**Records shown**.
import { describe, expect, it } from 'vitest';
import { lastIndexAtOrBefore, summarizeSeries } from '../../src/analysis/summaries.js';
import { series } from './runSetBuilder.js';

// Hand-made curves; expected values worked out by hand in the comments.
const s = series([0, 10, 20, 30, 40], [0.1, 0.5, 0.4, 0.7, 0.6]);
const window = { horizon: 30, firstStep: 0 };

describe('summarizeSeries', () => {
  it('final: the last value at or before the horizon', () => {
    expect(summarizeSeries(s, { kind: 'final' }, 'max', window).value).toBe(0.7);
    expect(summarizeSeries(s, { kind: 'final' }, 'max', { horizon: 25, firstStep: 0 }).value).toBe(0.4);
  });

  it('last:P%: mean of the values in the last P% of [first step, horizon]', () => {
    // last 50% of [0, 30] is [15, 30]: steps 20 and 30 -> (0.4 + 0.7) / 2
    expect(summarizeSeries(s, { kind: 'last', percent: 50 }, 'max', window).value).toBeCloseTo(0.55, 15);
    // last 10% of [0, 30] is [27, 30]: step 30 only
    expect(summarizeSeries(s, { kind: 'last', percent: 10 }, 'max', window).value).toBe(0.7);
    // no logged step in [28.5, 29]: falls back to the last value before the horizon, with a note
    const r = summarizeSeries(s, { kind: 'last', percent: 5 }, 'max', { horizon: 29, firstStep: 0 });
    expect(r.value).toBe(0.4);
    expect(r.note).toContain('no step logged in the last 5%');
  });

  it('best: goal-aware, up to the horizon only', () => {
    expect(summarizeSeries(s, { kind: 'best' }, 'max', window).value).toBe(0.7);
    expect(summarizeSeries(s, { kind: 'best' }, 'min', window).value).toBe(0.1);
    expect(summarizeSeries(s, { kind: 'best' }, 'max', { horizon: 20, firstStep: 0 }).value).toBe(0.5);
  });

  it('auc: trapezoid area to the horizon over the span (interpolated at the horizon)', () => {
    // [0,30]: (0.3*10 + 0.45*10 + 0.55*10) / 30 = 13/30
    expect(summarizeSeries(s, { kind: 'auc' }, 'max', window).value).toBeCloseTo(13 / 30, 14);
    // horizon 35: value at 35 interpolated 0.65; extra area 0.675*5 -> (13 + 3.375) / 35
    expect(summarizeSeries(s, { kind: 'auc' }, 'max', { horizon: 35, firstStep: 0 }).value).toBeCloseTo(
      16.375 / 35,
      14,
    );
  });

  it('reach:VALUE: first step reaching the value in the goal direction; censored when never', () => {
    expect(summarizeSeries(s, { kind: 'reach', value: 0.45 }, 'max', window).value).toBe(10);
    expect(summarizeSeries(s, { kind: 'reach', value: 0.4 }, 'min', { horizon: 30, firstStep: 0 }).value).toBe(0);
    const never = summarizeSeries(s, { kind: 'reach', value: 0.65 }, 'max', { horizon: 20, firstStep: 0 });
    expect(never).toEqual({
      value: 20,
      loggedAt: 20,
      note: 'had not reached 0.65 by step 20 (censored there)',
      censored: true,
      short: false,
    });
  });

  it('step:N: the value at the last logged step <= N, whatever the horizon', () => {
    expect(summarizeSeries(s, { kind: 'step', step: 35 }, 'max', window).value).toBe(0.7);
    expect(summarizeSeries(s, { kind: 'step', step: 40 }, 'max', window).value).toBe(0.6);
    // past the run's end: no value, short for this comparison (METHODS.md), never its last value
    const past = summarizeSeries(s, { kind: 'step', step: 100 }, 'max', window);
    expect(past.value).toBeNull();
    expect(past.short).toBe(true);
    expect(past.note).toBe('run ends at step 40, before step 100: short for this comparison');
    expect(summarizeSeries(series([5], [1]), { kind: 'step', step: 2 }, 'max', window).value).toBeNull();
  });

  it('score tables (no horizon): the single point, whatever the summary', () => {
    const point = series([0], [0.83]);
    for (const spec of [{ kind: 'final' }, { kind: 'best' }, { kind: 'auc' }, { kind: 'last', percent: 10 }] as const) {
      expect(summarizeSeries(point, spec, 'max', { horizon: null, firstStep: null }).value).toBe(0.83);
    }
  });

  it('a run without values gets null and a note', () => {
    const r = summarizeSeries(series([], []), { kind: 'final' }, 'max', window);
    expect(r.value).toBeNull();
    expect(r.note).not.toBeNull();
  });

  it('lastIndexAtOrBefore: binary search on sorted steps', () => {
    const steps = Float64Array.from([0, 10, 20]);
    expect([-1, 0, 5, 10, 19, 20, 99].map((x) => lastIndexAtOrBefore(steps, x))).toEqual([-1, 0, 0, 1, 1, 2, 2]);
  });
});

**Task brief**.
For every line in the listing above that holds "goal", add one to a tally, and give that tally alone.

**Response area**.
2